UN: Deaglán de Bréadúnexamines the outlook for the United Nations as it faces tough challenges in 2007
Senior American statesman John Foster Dulles once said that the United Nations was the most important foreign policy instrument of the United States. But since the foundation of the world body in the aftermath of the second World War, membership has increased fourfold and America's writ doesn't run at the imposing skyscraper on New York's East River.
The US-UN relationship has been particularly fraught since George Bush took over the White House and the Iraqi invasion started brewing.
Famously - or notoriously, depending on your point of view - the Security Council was split over the war and failed to give backing to the Bush administration's plans.
It was generally taken as a slap in the face to the mainstream UN membership when the president nominated a leading neo-conservative ideologue John Bolton as US ambassador to the UN. A longtime UN critic, he once said that, "the secretariat building in New York has 38 stories. If it lost 10 stories, it wouldn't make a bit of difference."
As well as being on the hard right, Bolton is highly-intelligent and it was not long before he started to get up the noses of other member-states, particularly when he put forward a staggering 750 amendments to the principal document on UN reform and poverty issues for the World Summit of 2005.
The price the US paid for all this was even greater isolation in the General Assembly. Historically, there was great enthusiasm among Americans when the UN was founded and given its headquarters on US soil, but that has waned considerably.
The appalling mess in Iraq vindicates the reservations expressed by the UN and the reluctance of leading members such as France and Germany to get involved in that blood-drenched imbroglio. This massive failure has had domestic repercussions at the polling-booth and the takeover of the House of Representatives and the Senate by the Democrats means that Bush will preside over a lame-duck administration for the next two years.
The first consequence of the election results for the US-UN relationship was the immediate departure of Bolton, whose chances of having his appointment confirmed by the Senate had now vanished entirely. At time of writing, no successor has been designated but it is difficult to imagine the president sending another hardliner to the Turtle Bay district where the UN building is located.
It has been said that the UN was established, not to get us into heaven but to save us from hell. But as always in world affairs, the gates of hell yawn threateningly in the face of the international community and the UN faces huge challenges in its efforts to avoid the infernal fires. There is little the UN can do to remedy the situation in Iraq. This is a problem, initially, for Bush who will probably have to pull US troops out on a phased basis or at least re-deploy them to the borders with Iran and Syria.
One of the key recommendations of the Iraq Study Group, made up of leading old-guard establishment figures such as former secretary of state James Baker and former congressman Lee Hamilton, was for opening up a channel of communication to the Syrian and Iranians in the hope that they could help extricate the US from the Iraqi quagmire.

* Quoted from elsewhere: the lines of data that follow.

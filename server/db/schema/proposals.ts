import { sql } from 'drizzle-orm'
import {
  bigint,
  check,
  doublePrecision,
  index,
  integer,
  jsonb,
  pgTable,
  text,
  timestamp,
  uniqueIndex,
  uuid,
} from 'drizzle-orm/pg-core'
import { gear } from './gear'
import { people } from './people'

const moment = (name: string) => timestamp(name, { withTimezone: true, precision: 3 })

export type ProposalStatus = 'draft' | 'pending' | 'sent-back' | 'approved' | 'declined' | 'withdrawn'

/** One proposed value: canonical, beside what was typed; null in the proposal takes the value away. */
export interface ProposedValue {
  readonly value: unknown
  /** As it was typed, unit included. */
  readonly raw?: string
  readonly source: 'measured' | 'maker' | 'estimate'
  readonly plusMinus?: number
  /** Words or an https address that back it. */
  readonly evidence?: string
  /** Photos and documents that back it, by their ids. */
  readonly files?: readonly string[]
  /** Day of the measurement or document. */
  readonly date: string
}

export type ProposedValues = Record<string, ProposedValue | null>

export interface ProposedIdentity {
  readonly brand?: string
  readonly model?: string
  readonly status?: 'current' | 'discontinued' | 'unknown'
  readonly gtin?: string | null
  readonly notes?: string | null
}

/** A submitted new entry or change. `version` rises with every change of the row and is its ETag. */
export const proposals = pgTable(
  'proposals',
  {
    id: uuid('id').primaryKey().defaultRandom(),
    kind: text('kind').notNull(),
    /** Null: a new piece, until it is approved. */
    gearId: integer('gear_id').references(() => gear.id),
    baseRevision: integer('base_revision'),
    authorId: integer('author_id')
      .notNull()
      .references(() => people.id),
    status: text('status').$type<ProposalStatus>().notNull().default('draft'),
    version: integer('version').notNull().default(1),
    identity: jsonb('identity').$type<ProposedIdentity>().notNull().default({}),
    values: jsonb('values').$type<ProposedValues>().notNull().default({}),
    summary: text('summary'),
    /** What looked unlikely, and what its author said of it. */
    flags: jsonb('flags').$type<unknown[]>().notNull().default([]),
    submittedAt: moment('submitted_at'),
    decidedAt: moment('decided_at'),
    decidedBy: integer('decided_by').references(() => people.id),
    decision: jsonb('decision').$type<Record<string, unknown>>(),
    /** The revision that came of it. */
    revision: integer('revision'),
    leasedBy: integer('leased_by').references(() => people.id),
    leasedUntil: moment('leased_until'),
    createdAt: moment('created_at').notNull().defaultNow(),
    updatedAt: moment('updated_at').notNull().defaultNow(),
  },
  (table) => [
    index('proposals_author_idx').on(table.authorId, table.updatedAt),
    index('proposals_queue_idx').on(table.status, table.submittedAt),
    index('proposals_gear_idx').on(table.gearId, table.status),
    check(
      'proposals_status_known',
      sql`${table.status} in ('draft', 'pending', 'sent-back', 'approved', 'declined', 'withdrawn')`,
    ),
    check('proposals_base_whole', sql`${table.baseRevision} is null or ${table.gearId} is not null`),
    check(
      'proposals_decided_whole',
      sql`(${table.status} in ('approved', 'declined')) = (${table.decidedBy} is not null)`,
    ),
  ],
)

/** What was said about a proposal, and each turn it took: never changed, only added to. */
export const proposalMessages = pgTable(
  'proposal_messages',
  {
    id: bigint('id', { mode: 'number' }).primaryKey().generatedAlwaysAsIdentity(),
    proposalId: uuid('proposal_id')
      .notNull()
      .references(() => proposals.id),
    personId: integer('person_id').references(() => people.id),
    kind: text('kind').notNull(),
    words: text('words'),
    detail: jsonb('detail').$type<Record<string, unknown>>().notNull().default({}),
    at: moment('at').notNull().defaultNow(),
  },
  (table) => [index('proposal_messages_proposal_idx').on(table.proposalId, table.id)],
)

/** A photo or document. Public only once a proposal that names it was approved. */
export const evidenceFiles = pgTable(
  'evidence_files',
  {
    id: uuid('id').primaryKey().defaultRandom(),
    proposalId: uuid('proposal_id').references(() => proposals.id),
    uploaderId: integer('uploader_id')
      .notNull()
      .references(() => people.id),
    kind: text('kind').$type<'photo' | 'document'>().notNull(),
    contentType: text('content_type').notNull(),
    bytes: integer('bytes').notNull(),
    width: integer('width'),
    height: integer('height'),
    sha256: text('sha256').notNull(),
    /** Where it lies in the object store; made up by the server. */
    storageKey: text('storage_key').notNull(),
    thumbnailKey: text('thumbnail_key'),
    /** Its own words: what it shows. */
    caption: text('caption'),
    publishedAt: moment('published_at'),
    createdAt: moment('created_at').notNull().defaultNow(),
  },
  (table) => [
    uniqueIndex('evidence_files_storage_key').on(table.storageKey),
    index('evidence_files_proposal_idx').on(table.proposalId),
    index('evidence_files_orphan_idx')
      .on(table.createdAt)
      .where(sql`${table.proposalId} is null`),
    check('evidence_files_kind_known', sql`${table.kind} in ('photo', 'document')`),
  ],
)

/** "Same number here": somebody else measured a value too. One a person and value. */
export const confirmations = pgTable(
  'confirmations',
  {
    id: integer('id').primaryKey().generatedAlwaysAsIdentity(),
    gearId: integer('gear_id')
      .notNull()
      .references(() => gear.id),
    key: text('key').notNull(),
    personId: integer('person_id')
      .notNull()
      .references(() => people.id),
    /** The value that was confirmed, and what they measured themselves if they said. */
    value: jsonb('value').notNull(),
    measured: doublePrecision('measured'),
    at: moment('at').notNull().defaultNow(),
  },
  (table) => [uniqueIndex('confirmations_once').on(table.gearId, table.key, table.personId)],
)

/** "Something wrong here?", from anybody. */
export const errorReports = pgTable(
  'error_reports',
  {
    id: uuid('id').primaryKey().defaultRandom(),
    gearId: integer('gear_id')
      .notNull()
      .references(() => gear.id),
    key: text('key'),
    words: text('words').notNull(),
    personId: integer('person_id').references(() => people.id),
    status: text('status').$type<'open' | 'settled'>().notNull().default('open'),
    settledBy: integer('settled_by').references(() => people.id),
    settledAt: moment('settled_at'),
    createdAt: moment('created_at').notNull().defaultNow(),
  },
  (table) => [
    index('error_reports_status_idx').on(table.status, table.createdAt),
    index('error_reports_gear_idx').on(table.gearId),
    check('error_reports_status_known', sql`${table.status} in ('open', 'settled')`),
  ],
)

/** A value that went to and fro: sources disagree, and a moderator settles it. */
export const disputes = pgTable(
  'disputes',
  {
    id: uuid('id').primaryKey().defaultRandom(),
    gearId: integer('gear_id')
      .notNull()
      .references(() => gear.id),
    key: text('key').notNull(),
    proposalId: uuid('proposal_id').references(() => proposals.id),
    status: text('status').$type<'open' | 'settled'>().notNull().default('open'),
    words: text('words'),
    settledBy: integer('settled_by').references(() => people.id),
    settledAt: moment('settled_at'),
    createdAt: moment('created_at').notNull().defaultNow(),
  },
  (table) => [
    uniqueIndex('disputes_open_once')
      .on(table.gearId, table.key)
      .where(sql`${table.status} = 'open'`),
    check('disputes_status_known', sql`${table.status} in ('open', 'settled')`),
  ],
)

The UN could perhaps provide a framework or platform for this interaction but, as part of the price, the Iranians would doubtless seek freedom to pursue their nuclear ambitions unimpeded.
Fear of what those ambitions might be continues to haunt the international community, particularly Israel and the US. By all accounts there is still a school of thought, in and around the Bush administration, which argues that the president should ensure his place in the history books and remove a major security threat by bombing Iran's nuclear installations.
In the absence of clearcut evidence that Iran is on the verge of acquiring nuclear weapons, such a move by the US or its Israeli allies would generate shock and horror at the UN and plunge relations between the US and the rest of the world into an even worse crisis than the one precipitated by the Iraqi invasion.
Internally, the UN has much to do to put its house in order. The much-heralded Human Rights Council, which took over from the discredited Commission on Human Rights, is failing to live up to its initial promise.
Outgoing UN secretary general Kofi Annan - shortly to be succeeded by South Korea's Ban Ki-Moon - expressed concern in early December at its conduct, including an over-emphasis on Israeli human rights failings while playing down other areas of conflict such as Darfur.
Ireland has been heavily involved in the UN Internal Reform Process, first with the Minister for Foreign Affairs Dermot Ahern serving as a special envoy of the secretary general on the reform process and now with our UN ambassador David Cooney as co-chair of the General Assembly working group on Management Reform and Mandate Review.
More broadly, the Iraq conflict is not the only dark cloud on the horizon although at this writing there are positive indications of a move towards dialogue on the Israeli-Palestinian front. Less attention has been paid to developments in Afghanistan which is deteriorating in an alarming fashion. A major crisis still threatens in the Sudanese region of Darfur as the Khartoum government continues to resist the presence of UN peacekeepers and the North Korean nuclear threat remains unresolved.
Many critics say the UN will never become really relevant and effective until there is reform of the Security Council to make it more representative. But there was little or no movement on that score in the past year and it looks as if the UN will remain in its present form for some time yet.